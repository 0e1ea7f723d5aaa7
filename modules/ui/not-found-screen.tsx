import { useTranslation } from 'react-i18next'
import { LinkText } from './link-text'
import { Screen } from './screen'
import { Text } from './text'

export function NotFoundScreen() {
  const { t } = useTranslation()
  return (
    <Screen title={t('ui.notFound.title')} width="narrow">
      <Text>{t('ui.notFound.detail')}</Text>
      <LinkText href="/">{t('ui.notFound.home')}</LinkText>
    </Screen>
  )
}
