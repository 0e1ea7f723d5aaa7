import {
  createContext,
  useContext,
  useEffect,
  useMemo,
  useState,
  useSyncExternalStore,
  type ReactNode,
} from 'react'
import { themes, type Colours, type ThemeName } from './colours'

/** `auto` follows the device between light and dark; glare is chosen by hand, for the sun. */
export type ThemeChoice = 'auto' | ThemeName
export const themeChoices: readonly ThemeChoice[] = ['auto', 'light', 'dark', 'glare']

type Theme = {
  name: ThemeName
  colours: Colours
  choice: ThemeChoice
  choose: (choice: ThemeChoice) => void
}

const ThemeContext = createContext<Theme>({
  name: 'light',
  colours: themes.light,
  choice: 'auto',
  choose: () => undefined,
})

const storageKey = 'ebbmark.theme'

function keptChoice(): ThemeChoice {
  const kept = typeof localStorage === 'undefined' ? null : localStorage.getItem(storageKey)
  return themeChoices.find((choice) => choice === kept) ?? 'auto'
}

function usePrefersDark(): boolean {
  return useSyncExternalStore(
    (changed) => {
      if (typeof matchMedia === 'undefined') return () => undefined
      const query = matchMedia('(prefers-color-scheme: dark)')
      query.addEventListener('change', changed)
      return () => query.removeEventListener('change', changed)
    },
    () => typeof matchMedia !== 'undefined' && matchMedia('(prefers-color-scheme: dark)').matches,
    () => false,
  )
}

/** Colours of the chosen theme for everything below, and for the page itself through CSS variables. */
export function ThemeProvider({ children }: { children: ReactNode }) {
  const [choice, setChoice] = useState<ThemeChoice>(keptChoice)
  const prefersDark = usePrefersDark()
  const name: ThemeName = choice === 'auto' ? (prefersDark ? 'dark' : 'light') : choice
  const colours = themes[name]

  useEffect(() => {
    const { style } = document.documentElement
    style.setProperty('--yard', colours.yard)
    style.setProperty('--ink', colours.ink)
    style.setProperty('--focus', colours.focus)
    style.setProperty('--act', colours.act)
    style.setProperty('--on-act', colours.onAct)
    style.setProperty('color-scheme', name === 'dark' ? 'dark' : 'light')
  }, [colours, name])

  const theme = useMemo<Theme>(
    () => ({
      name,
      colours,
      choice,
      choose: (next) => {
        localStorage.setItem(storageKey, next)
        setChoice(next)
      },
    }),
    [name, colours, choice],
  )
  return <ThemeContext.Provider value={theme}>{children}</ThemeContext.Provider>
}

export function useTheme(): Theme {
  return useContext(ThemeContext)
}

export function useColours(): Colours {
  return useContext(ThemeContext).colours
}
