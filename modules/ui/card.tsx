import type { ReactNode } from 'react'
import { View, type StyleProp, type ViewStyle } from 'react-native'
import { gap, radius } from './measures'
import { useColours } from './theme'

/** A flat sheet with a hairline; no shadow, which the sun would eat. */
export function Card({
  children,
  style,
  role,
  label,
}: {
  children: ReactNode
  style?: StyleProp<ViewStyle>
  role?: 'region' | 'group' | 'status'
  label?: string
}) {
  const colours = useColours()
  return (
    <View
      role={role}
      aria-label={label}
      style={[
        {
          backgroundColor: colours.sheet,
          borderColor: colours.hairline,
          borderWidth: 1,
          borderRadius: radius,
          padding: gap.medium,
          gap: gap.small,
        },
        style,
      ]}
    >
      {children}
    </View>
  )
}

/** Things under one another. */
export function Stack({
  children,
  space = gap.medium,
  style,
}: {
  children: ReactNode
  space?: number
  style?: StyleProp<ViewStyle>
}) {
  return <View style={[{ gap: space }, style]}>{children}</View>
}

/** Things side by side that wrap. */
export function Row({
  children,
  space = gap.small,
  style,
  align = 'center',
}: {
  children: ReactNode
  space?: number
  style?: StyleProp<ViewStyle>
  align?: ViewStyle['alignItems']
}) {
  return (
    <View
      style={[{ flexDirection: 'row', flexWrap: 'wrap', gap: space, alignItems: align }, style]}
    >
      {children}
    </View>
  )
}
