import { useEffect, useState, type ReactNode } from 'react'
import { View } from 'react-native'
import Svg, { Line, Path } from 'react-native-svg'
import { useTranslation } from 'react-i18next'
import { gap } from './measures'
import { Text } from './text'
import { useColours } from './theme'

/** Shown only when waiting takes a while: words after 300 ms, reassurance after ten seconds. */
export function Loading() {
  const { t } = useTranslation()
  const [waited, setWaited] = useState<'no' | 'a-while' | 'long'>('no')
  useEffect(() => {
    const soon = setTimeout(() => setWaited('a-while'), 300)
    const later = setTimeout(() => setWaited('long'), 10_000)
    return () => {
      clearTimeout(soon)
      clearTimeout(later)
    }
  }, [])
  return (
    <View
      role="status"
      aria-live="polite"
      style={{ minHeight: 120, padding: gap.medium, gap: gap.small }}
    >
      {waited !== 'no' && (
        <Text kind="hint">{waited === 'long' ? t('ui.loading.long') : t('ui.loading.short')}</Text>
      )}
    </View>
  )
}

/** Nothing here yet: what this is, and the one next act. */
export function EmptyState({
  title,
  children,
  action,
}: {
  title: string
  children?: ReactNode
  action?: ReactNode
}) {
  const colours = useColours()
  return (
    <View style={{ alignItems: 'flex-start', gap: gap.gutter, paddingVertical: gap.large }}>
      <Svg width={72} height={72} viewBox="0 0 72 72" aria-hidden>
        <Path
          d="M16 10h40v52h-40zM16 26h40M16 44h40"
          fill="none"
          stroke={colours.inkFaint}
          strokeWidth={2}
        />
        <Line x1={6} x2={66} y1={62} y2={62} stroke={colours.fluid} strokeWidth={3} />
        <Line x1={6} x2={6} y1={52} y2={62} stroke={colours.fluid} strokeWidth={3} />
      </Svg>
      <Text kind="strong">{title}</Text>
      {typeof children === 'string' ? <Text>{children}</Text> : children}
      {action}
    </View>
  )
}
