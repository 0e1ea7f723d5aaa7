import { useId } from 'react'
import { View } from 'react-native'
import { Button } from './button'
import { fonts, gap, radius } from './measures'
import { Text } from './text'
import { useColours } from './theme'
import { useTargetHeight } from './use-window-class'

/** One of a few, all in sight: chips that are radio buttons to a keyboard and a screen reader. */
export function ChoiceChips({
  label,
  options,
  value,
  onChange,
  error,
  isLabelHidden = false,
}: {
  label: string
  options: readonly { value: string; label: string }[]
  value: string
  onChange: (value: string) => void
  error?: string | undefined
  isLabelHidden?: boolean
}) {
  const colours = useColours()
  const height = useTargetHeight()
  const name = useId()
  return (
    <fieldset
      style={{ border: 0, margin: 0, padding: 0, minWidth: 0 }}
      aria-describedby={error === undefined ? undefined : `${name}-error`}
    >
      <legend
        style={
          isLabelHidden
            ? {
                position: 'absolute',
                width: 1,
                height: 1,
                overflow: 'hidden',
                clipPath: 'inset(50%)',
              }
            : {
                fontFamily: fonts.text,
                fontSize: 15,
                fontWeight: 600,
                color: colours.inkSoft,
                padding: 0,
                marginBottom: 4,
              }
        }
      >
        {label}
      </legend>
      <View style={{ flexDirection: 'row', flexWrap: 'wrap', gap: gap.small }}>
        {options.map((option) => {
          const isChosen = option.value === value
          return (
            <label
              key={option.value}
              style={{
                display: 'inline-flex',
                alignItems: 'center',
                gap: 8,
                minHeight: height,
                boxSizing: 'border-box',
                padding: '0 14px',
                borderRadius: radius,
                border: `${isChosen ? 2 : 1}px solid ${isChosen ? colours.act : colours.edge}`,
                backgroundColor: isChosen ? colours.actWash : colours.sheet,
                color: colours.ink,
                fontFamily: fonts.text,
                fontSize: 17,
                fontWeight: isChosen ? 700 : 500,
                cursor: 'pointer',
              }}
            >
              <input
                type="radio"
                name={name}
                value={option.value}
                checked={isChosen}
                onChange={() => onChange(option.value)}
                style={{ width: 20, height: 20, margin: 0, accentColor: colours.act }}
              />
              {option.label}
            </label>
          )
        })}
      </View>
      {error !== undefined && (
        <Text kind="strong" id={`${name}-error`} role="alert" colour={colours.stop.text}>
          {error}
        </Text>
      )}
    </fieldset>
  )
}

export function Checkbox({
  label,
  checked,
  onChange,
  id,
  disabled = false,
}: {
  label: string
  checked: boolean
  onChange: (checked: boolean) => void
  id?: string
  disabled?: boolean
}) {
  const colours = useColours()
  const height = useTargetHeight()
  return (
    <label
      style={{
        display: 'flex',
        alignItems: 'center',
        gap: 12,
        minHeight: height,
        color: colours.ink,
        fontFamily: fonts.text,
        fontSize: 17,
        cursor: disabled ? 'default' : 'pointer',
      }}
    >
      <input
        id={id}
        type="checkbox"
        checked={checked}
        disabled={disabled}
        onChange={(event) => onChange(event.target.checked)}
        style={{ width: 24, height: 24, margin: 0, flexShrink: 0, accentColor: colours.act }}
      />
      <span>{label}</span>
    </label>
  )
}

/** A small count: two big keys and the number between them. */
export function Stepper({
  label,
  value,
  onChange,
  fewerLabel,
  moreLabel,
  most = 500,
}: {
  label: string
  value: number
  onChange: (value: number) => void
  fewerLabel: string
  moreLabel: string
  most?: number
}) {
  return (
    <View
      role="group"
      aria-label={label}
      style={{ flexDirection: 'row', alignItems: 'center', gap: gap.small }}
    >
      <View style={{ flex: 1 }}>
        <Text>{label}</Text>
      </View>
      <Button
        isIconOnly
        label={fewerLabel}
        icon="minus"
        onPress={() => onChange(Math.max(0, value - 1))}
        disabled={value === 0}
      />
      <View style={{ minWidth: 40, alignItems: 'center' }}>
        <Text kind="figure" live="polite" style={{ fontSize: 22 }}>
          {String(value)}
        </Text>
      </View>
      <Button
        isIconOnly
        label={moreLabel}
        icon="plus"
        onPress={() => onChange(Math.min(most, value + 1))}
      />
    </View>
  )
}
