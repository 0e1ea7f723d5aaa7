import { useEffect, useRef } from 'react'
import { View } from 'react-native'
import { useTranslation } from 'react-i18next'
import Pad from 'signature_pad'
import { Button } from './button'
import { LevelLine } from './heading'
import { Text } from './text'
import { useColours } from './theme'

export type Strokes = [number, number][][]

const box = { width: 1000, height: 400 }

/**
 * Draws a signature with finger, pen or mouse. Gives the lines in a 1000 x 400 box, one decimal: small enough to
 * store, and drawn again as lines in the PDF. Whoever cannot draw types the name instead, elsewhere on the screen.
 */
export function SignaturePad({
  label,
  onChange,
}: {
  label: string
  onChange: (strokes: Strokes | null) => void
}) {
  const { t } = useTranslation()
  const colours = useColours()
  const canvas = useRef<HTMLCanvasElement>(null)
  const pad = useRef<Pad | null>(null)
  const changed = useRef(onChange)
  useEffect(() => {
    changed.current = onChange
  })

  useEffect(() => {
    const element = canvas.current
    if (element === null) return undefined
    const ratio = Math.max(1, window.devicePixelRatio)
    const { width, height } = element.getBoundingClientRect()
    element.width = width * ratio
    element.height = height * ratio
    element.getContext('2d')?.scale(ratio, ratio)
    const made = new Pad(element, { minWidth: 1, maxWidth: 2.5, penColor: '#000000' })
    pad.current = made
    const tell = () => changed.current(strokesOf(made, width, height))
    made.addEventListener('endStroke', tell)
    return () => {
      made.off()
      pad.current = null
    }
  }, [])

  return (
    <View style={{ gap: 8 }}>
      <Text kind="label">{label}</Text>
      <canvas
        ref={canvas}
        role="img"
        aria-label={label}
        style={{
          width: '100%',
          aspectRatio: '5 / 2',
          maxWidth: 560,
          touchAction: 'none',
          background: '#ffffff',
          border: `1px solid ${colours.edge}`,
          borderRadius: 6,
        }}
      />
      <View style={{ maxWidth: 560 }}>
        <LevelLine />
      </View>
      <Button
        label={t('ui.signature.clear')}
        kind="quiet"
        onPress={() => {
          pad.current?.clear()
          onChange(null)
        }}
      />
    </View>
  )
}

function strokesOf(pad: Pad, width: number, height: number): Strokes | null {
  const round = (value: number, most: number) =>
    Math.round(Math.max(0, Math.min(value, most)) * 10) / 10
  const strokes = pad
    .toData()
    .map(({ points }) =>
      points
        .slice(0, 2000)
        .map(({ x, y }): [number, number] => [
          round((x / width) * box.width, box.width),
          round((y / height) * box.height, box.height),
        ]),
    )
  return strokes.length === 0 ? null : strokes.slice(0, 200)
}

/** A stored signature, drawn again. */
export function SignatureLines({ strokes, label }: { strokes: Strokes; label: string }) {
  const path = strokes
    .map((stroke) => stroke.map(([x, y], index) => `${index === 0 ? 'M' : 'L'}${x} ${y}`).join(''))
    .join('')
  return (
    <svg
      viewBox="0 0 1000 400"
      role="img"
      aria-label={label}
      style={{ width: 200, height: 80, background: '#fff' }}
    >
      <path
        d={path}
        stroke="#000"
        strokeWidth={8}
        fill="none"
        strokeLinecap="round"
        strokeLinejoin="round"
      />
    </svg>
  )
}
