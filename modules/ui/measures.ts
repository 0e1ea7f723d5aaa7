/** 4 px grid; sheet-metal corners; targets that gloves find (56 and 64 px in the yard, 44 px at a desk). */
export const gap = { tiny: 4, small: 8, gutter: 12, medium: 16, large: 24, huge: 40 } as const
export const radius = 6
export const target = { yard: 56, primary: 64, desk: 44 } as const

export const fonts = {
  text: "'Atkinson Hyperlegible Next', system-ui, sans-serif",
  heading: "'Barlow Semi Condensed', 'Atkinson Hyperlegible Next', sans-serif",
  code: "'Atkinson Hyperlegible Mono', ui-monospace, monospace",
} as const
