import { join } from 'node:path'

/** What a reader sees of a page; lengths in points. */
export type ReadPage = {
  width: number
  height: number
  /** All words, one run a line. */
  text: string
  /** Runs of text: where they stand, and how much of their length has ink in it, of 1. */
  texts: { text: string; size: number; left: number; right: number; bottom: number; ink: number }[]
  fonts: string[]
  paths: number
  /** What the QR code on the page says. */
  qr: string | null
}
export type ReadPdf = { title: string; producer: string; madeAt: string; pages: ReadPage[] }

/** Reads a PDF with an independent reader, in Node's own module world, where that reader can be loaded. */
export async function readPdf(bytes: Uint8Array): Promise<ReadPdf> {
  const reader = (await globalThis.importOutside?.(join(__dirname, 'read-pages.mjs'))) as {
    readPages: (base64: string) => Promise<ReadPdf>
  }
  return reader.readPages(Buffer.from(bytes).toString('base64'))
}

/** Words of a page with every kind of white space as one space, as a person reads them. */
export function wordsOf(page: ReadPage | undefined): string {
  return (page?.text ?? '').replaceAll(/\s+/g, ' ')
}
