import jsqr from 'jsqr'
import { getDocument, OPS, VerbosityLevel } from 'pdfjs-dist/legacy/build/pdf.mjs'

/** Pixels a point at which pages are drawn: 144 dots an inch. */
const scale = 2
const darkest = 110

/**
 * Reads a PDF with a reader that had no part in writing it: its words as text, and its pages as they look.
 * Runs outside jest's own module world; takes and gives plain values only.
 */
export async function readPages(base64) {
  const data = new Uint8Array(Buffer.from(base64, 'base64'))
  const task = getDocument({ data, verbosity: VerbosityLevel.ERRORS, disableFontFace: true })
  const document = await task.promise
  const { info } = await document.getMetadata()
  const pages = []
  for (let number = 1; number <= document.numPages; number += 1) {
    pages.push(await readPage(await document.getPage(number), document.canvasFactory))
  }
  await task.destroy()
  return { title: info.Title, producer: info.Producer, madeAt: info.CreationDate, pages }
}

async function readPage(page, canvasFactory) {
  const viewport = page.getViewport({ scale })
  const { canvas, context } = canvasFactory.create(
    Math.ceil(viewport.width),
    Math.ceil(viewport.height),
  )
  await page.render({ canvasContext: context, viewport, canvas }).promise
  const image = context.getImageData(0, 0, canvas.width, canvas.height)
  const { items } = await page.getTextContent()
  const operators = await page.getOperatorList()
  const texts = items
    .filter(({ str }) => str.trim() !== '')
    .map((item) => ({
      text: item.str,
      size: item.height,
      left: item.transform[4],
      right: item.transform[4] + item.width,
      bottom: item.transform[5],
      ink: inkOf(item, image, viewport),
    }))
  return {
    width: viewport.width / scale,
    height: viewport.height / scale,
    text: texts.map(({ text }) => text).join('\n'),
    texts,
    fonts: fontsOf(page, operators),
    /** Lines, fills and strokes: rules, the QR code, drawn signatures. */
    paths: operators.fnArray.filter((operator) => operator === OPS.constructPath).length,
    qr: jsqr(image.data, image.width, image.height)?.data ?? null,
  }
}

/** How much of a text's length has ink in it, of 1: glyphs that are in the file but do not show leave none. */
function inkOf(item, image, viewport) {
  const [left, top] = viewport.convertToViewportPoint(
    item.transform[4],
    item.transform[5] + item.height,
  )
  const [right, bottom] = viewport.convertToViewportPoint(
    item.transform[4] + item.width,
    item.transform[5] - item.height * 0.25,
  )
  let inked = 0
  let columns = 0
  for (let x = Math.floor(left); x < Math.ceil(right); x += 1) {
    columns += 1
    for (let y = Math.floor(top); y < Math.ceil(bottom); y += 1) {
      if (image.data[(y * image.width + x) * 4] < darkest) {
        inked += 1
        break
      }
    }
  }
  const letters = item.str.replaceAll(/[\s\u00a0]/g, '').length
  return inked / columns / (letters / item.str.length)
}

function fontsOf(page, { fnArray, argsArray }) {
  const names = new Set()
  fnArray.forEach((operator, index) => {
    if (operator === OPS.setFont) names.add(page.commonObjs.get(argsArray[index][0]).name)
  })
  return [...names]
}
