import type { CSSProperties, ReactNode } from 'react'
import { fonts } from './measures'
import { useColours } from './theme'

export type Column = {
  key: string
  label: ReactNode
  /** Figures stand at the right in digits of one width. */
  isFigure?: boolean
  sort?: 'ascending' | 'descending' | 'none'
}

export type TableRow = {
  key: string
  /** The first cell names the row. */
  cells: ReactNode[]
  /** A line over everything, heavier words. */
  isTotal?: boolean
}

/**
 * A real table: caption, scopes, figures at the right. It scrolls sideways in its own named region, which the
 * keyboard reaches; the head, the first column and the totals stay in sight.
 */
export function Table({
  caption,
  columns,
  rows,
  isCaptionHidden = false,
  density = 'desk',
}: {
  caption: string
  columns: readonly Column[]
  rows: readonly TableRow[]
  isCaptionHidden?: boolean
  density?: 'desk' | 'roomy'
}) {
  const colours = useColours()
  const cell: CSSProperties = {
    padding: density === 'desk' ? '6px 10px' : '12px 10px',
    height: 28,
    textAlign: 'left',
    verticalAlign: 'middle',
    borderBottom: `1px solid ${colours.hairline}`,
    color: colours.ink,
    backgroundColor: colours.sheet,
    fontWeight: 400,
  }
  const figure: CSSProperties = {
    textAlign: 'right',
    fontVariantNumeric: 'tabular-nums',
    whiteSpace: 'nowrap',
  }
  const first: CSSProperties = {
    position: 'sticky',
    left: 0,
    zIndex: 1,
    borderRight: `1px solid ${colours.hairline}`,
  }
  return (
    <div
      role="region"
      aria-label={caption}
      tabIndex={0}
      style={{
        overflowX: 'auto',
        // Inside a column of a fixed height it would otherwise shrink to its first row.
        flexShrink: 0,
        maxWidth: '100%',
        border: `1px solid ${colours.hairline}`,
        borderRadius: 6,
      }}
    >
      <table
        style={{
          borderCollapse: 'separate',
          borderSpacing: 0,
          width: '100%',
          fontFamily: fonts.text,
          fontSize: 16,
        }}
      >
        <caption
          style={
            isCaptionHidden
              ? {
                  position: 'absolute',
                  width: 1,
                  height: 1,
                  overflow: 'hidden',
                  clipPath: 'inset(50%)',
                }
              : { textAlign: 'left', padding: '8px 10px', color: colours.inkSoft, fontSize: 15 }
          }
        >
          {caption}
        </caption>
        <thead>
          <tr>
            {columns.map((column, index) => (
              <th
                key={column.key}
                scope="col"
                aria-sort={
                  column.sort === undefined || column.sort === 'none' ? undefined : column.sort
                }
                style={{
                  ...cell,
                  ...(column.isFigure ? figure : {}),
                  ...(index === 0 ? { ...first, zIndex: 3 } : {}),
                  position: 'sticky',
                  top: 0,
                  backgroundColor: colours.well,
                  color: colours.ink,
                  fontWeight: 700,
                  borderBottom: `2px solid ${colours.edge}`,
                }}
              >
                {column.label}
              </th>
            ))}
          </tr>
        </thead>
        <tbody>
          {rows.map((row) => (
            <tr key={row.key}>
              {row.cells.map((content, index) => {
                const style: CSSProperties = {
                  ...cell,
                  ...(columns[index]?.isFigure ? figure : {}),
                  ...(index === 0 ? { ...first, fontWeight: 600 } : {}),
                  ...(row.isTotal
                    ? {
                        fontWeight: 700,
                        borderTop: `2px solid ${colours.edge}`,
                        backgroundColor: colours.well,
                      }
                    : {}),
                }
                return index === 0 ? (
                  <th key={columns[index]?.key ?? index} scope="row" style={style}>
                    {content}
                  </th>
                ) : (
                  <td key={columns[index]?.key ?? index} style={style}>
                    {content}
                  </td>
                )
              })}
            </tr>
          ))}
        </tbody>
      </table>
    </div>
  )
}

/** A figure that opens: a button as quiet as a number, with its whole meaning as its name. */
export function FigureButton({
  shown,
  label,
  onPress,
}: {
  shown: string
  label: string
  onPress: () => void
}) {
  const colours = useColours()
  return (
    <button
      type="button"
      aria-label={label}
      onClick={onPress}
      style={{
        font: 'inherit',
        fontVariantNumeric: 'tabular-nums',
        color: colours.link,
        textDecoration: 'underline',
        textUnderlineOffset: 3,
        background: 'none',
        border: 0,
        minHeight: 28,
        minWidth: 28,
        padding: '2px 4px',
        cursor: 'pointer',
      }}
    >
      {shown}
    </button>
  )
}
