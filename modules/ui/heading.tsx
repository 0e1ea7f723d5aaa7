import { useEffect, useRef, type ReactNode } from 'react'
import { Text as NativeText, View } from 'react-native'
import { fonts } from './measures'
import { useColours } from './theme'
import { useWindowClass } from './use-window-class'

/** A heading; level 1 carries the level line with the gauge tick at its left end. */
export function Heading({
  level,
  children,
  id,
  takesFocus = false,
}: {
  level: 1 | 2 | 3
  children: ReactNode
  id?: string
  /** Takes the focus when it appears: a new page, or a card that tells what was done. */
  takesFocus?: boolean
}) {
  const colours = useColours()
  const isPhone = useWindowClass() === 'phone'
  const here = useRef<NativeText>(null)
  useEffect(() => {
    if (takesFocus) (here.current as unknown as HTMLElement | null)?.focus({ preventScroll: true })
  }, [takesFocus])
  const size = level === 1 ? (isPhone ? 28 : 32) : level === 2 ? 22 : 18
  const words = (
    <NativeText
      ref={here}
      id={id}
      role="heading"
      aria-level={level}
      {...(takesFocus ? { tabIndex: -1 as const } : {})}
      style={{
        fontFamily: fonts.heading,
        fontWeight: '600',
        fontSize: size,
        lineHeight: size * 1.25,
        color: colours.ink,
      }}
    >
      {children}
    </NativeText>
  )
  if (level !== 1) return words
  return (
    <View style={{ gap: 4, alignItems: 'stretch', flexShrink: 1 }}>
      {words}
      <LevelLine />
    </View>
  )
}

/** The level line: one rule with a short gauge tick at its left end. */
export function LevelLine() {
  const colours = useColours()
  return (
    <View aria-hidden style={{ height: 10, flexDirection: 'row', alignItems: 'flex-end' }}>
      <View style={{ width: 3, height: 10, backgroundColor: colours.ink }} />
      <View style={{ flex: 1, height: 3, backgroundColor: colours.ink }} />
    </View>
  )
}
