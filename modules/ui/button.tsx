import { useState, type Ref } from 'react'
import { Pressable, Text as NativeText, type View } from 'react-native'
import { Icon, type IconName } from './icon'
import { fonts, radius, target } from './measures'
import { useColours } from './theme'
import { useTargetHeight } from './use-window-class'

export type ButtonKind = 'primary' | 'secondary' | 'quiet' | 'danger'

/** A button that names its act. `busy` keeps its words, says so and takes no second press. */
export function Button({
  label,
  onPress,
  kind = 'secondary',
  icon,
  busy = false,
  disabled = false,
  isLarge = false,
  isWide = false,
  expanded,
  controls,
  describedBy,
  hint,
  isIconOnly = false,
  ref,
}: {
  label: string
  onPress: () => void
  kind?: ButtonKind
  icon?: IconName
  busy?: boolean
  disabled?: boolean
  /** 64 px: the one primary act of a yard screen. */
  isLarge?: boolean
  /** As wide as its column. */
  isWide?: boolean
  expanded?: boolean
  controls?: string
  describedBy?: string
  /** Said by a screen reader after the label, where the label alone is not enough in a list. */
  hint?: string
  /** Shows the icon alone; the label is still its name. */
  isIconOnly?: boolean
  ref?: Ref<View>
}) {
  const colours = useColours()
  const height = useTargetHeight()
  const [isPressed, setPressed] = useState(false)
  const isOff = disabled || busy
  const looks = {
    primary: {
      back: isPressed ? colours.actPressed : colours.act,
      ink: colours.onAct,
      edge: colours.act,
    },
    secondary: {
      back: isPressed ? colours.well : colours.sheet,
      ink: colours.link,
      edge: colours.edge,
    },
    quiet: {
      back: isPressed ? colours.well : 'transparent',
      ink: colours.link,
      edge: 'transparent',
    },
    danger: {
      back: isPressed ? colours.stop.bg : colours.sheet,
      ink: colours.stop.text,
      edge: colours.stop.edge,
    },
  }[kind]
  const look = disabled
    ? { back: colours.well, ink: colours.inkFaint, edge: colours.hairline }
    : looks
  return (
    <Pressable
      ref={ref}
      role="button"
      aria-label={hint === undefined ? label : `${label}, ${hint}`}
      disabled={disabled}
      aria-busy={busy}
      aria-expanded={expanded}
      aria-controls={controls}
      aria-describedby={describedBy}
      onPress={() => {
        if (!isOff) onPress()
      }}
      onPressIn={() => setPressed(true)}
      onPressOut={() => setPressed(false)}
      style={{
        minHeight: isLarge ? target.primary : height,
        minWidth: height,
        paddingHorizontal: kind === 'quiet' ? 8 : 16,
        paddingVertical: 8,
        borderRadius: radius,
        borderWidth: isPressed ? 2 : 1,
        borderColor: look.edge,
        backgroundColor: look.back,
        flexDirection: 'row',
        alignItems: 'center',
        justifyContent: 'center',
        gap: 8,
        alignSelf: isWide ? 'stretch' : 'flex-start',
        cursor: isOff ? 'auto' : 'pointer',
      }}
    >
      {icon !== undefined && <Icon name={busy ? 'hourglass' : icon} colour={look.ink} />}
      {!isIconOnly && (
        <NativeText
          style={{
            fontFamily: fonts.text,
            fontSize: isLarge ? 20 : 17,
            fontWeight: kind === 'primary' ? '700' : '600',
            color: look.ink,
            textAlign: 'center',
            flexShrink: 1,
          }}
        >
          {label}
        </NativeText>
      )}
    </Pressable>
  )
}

* [Task prompt]:
Return only the lines above that run from the opening line through the line containing "const name: ThemeName", exactly as written.

* [Your response]:
repository 0e1ea7f723d5aaa7
filename modules/ui/not-found-screen.tsx
import { useTranslation } from 'react-i18next'
import { LinkText } from './link-text'
import { Screen } from './screen'
import { Text } from './text'

export function NotFoundScreen() {
  const { t } = useTranslation()
  return (
    <Screen title={t('ui.notFound.title')} width="narrow">
      <Text>{t('ui.notFound.detail')}</Text>
      <LinkText href="/">{t('ui.notFound.home')}</LinkText>
    </Screen>
  )
}
repository 0e1ea7f723d5aaa7
import {
  createContext,
  useContext,
  useEffect,
  useMemo,
  useState,
  useSyncExternalStore,
  type ReactNode,
} from 'react'
import { themes, type Colours, type ThemeName } from './colours'

/** `auto` follows the device between light and dark; glare is chosen by hand, for the sun. */
export type ThemeChoice = 'auto' | ThemeName
export const themeChoices: readonly ThemeChoice[] = ['auto', 'light', 'dark', 'glare']

type Theme = {
  name: ThemeName
  colours: Colours
  choice: ThemeChoice
  choose: (choice: ThemeChoice) => void
}

const ThemeContext = createContext<Theme>({
  name: 'light',
  colours: themes.light,
  choice: 'auto',
  choose: () => undefined,
})

const storageKey = 'ebbmark.theme'

function keptChoice(): ThemeChoice {
  const kept = typeof localStorage === 'undefined' ? null : localStorage.getItem(storageKey)
  return themeChoices.find((choice) => choice === kept) ?? 'auto'
}

function usePrefersDark(): boolean {
  return useSyncExternalStore(
    (changed) => {
      if (typeof matchMedia === 'undefined') return () => undefined
      const query = matchMedia('(prefers-color-scheme: dark)')
      query.addEventListener('change', changed)
      return () => query.removeEventListener('change', changed)
    },
    () => typeof matchMedia !== 'undefined' && matchMedia('(prefers-color-scheme: dark)').matches,
    () => false,
  )
}

/** Colours of the chosen theme for everything below, and for the page itself through CSS variables. */
export function ThemeProvider({ children }: { children: ReactNode }) {
  const [choice, setChoice] = useState<ThemeChoice>(keptChoice)
  const prefersDark = usePrefersDark()
  const name: ThemeName = choice === 'auto' ? (prefersDark ? 'dark' : 'light') : choice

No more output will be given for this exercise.